With the rise of new powerful statistical techniques and GIS tools, the development of predictive habitat distribution models has rapidly increased in ecology. Such models are static and probabilistic in nature, since they statistically relate the geographical distribution of species or communities to their present environment. A wide array of models has been developed to cover aspects as diverse as biogeography, conservation biology, climate change research, and habitat or species management. In this paper, we present a review of predictive habitat distribution modeling. The variety of statistical techniques used is growing. Ordinary multiple regression and its generalized form (GLM) are very popular and are often used for modeling species distributions. Other methods include neural networks, ordination and classification methods, Bayesian models, locally weighted approaches (e.g. GAM), environmental envelopes or even combinations of these models. The selection of an appropriate method should not depend solely on statistical considerations. Some models are better suited to reflect theoretical findings on the shape and nature of the species’ response (or realized niche). Conceptual considerations include e.g. the trade-off between optimizing accuracy versus optimizing generality. In the field of static distribution modeling, the latter is mostly related to selecting appropriate predictor variables and to designing an appropriate procedure for model selection.
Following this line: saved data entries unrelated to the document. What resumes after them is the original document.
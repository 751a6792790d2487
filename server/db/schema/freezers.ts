import { index, integer, real, sqliteTable, text, uniqueIndex } from 'drizzle-orm/sqlite-core';
import type { Defrost, Placement } from '../../contract/words';
import { stores } from './stores';
import { owned, ownedKey, ownedRef } from './owned';

export const products = sqliteTable(
  'product',
  {
    ...owned(),
    name: text().notNull(),
    bagPounds: real().notNull(),
    gtin: text(),
    version: integer().notNull().default(1),
    retiredAt: integer(),
    createdAt: integer().notNull(),
  },
  (t) => [ownedKey(t), uniqueIndex('product_name').on(t.producerId, t.name)],
);

export const models = sqliteTable(
  'model',
  {
    ...owned(),
    name: text().notNull(),
    insideWidthIn: real().notNull(),
    insideDepthIn: real().notNull(),
    insideHeightIn: real().notNull(),
    doors: integer().notNull(),
    ratedPounds: real().notNull(),
    defrost: text().$type<Defrost>().notNull(),
    version: integer().notNull().default(1),
    retiredAt: integer(),
    createdAt: integer().notNull(),
  },
  (t) => [ownedKey(t), uniqueIndex('model_name').on(t.producerId, t.name)],
);

export const freezers = sqliteTable(
  'freezer',
  {
    ...owned(),
    storeId: text().notNull(),
    modelId: text().notNull(),
    assetNumber: text().notNull(),
    name: text().notNull(),
    placement: text().$type<Placement>().notNull(),
    condition: text().notNull().default(''),
    channelDropIn: real().notNull(),
    rackIn: real().notNull(),
    headroomIn: real().notNull(),
    position: integer().notNull().default(0),
    version: integer().notNull().default(1),
    retiredAt: integer(),
    createdAt: integer().notNull(),
  },
  (t) => [
    ownedKey(t),
    ownedRef(t, t.storeId, stores),
    ownedRef(t, t.modelId, models),
    uniqueIndex('freezer_asset').on(t.producerId, t.assetNumber),
    index('freezer_store').on(t.producerId, t.storeId, t.position),
    index('freezer_model').on(t.producerId, t.modelId),
  ],
);

export const lanes = sqliteTable(
  'lane',
  {
    ...owned(),
    freezerId: text().notNull(),
    position: integer().notNull(),
    productId: text().notNull(),
    widthShare: real().notNull(),
  },
  (t) => [
    ownedKey(t),
    ownedRef(t, t.freezerId, freezers),
    ownedRef(t, t.productId, products),
    uniqueIndex('lane_position').on(t.producerId, t.freezerId, t.position),
    index('lane_product').on(t.producerId, t.productId),
  ],
);
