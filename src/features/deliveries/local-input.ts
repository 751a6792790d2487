import { dayOf, instantOf } from '../../../server/domain/civil';

const clocks = new Map<string, Intl.DateTimeFormat>();

/** `HH:MM` of an instant in a time zone, as an input of time takes it. */
export function timeOfDayIn(at: number, zone: string): string {
  const clock = clocks.get(zone) ?? new Intl.DateTimeFormat('en-GB', { timeZone: zone, hour: '2-digit', minute: '2-digit' });
  clocks.set(zone, clock);
  return clock.format(at);
}

/** `YYYY-MM-DDTHH:MM` in a time zone, as an input of day and time takes it. */
export const localInputOf = (at: number, zone: string): string => `${dayOf(at, zone)}T${timeOfDayIn(at, zone)}`;

/** The instant an input of day and time means in a time zone; NaN while it is not filled in. */
export function instantOfInput(value: string, zone: string): number {
  const [day, time] = value.split('T');
  return day && time ? instantOf(day, time.slice(0, 5), zone) : NaN;
}
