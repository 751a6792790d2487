export * from './deliveries';
export * from './freezers';
export * from './people';
export * from './producers';
export * from './records';
export * from './requests';
export * from './sensors';
export * from './stores';
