import { api } from '../../../server/contract/index';
import type { Place } from '../../api/page';
import { q } from '../../api/query';

/** The producer's bag sizes. */
export const productsQuery = ({ params }: Place) => q(api.products.list, { params: { producer: params.producer ?? '' } });
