import { index, integer, real, sqliteTable, text } from 'drizzle-orm/sqlite-core';
import { freezers } from './freezers';
import { owned, ownedKey, ownedRef } from './owned';
import { accounts, districts, stores } from './stores';

/**
 * A freezer as lists and the map show it, one row a freezer in use (`id` is the freezer's), written anew whenever what
 * it shows changes. Plain columns are what is filtered and sorted by; `body` is the answer's own JSON.
 */
export const fleetRows = sqliteTable(
  'fleet_row',
  {
    ...owned(),
    /** Names the row in the full-text index; given by the table's trigger. */
    no: integer().unique(),
    storeId: text().notNull(),
    districtId: text().notNull(),
    accountId: text().notNull(),
    /** Of the likely run-out; where there is none, later than any time, so that it sorts last. */
    likely: integer().notNull(),
    /** From when on the chance of being empty passes the producer's limit; null is never. */
    riskAt: integer(),
    truckFrom: integer(),
    truckTo: integer(),
    /** Of the level; null without a sensor or a believable reading. */
    heardAt: integer(),
    warmSince: integer(),
    fitted: integer({ mode: 'boolean' }).notNull(),
    /** Folded words it is found by, each after a space. */
    words: text().notNull(),
    body: text().notNull(),
  },
  (t) => [
    ownedKey(t),
    ownedRef(t, t.id, freezers),
    ownedRef(t, t.storeId, stores),
    ownedRef(t, t.districtId, districts),
    ownedRef(t, t.accountId, accounts),
    index('fleet_row_likely').on(t.producerId, t.likely, t.id),
    index('fleet_row_district').on(t.producerId, t.districtId, t.likely, t.id),
    index('fleet_row_account').on(t.producerId, t.accountId, t.likely, t.id),
    index('fleet_row_store').on(t.producerId, t.storeId, t.likely, t.id),
    index('fleet_row_standing').on(t.producerId, t.districtId, t.accountId, t.storeId, t.riskAt, t.likely, t.truckFrom, t.truckTo, t.heardAt, t.warmSince, t.fitted),
  ],
);

/** What the readings of one freezer said of one local day of its store; `id` is the freezer's and the day. Kept for good. */
export const freezerDays = sqliteTable(
  'freezer_day',
  {
    ...owned(),
    freezerId: text().notNull(),
    /** Where it stood then. */
    storeId: text().notNull(),
    day: text().notNull(),
    /** Minutes in which some lane held no whole bag, in which the air was warm, and of which anything is known. */
    outMinutes: real().notNull(),
    warmMinutes: real().notNull(),
    knownMinutes: real().notNull(),
  },
  (t) => [
    ownedKey(t),
    ownedRef(t, t.freezerId, freezers),
    ownedRef(t, t.storeId, stores),
    index('freezer_day_freezer').on(t.producerId, t.freezerId, t.day),
    index('freezer_day_store').on(t.producerId, t.storeId, t.day, t.outMinutes, t.warmMinutes, t.knownMinutes),
  ],
);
New methods, including threshold-independent measures (e.g. receiver operating characteristic (ROC)-plots) and resampling techniques (e.g. bootstrap, cross-validation) have been introduced in ecology for testing the accuracy of predictive models. The choice of an evaluation measure should be driven primarily by the goals of the study. This may possibly lead to the attribution of different weights to the various types of prediction errors (e.g. omission, commission or confusion). Testing the model in a wider range of situations (in space and time) will permit one to define the range of applications for which the model predictions are suitable. In turn, the qualification of the model depends primarily on the goals of the study that define the qualification criteria and on the usability of the model, rather than on statistics alone.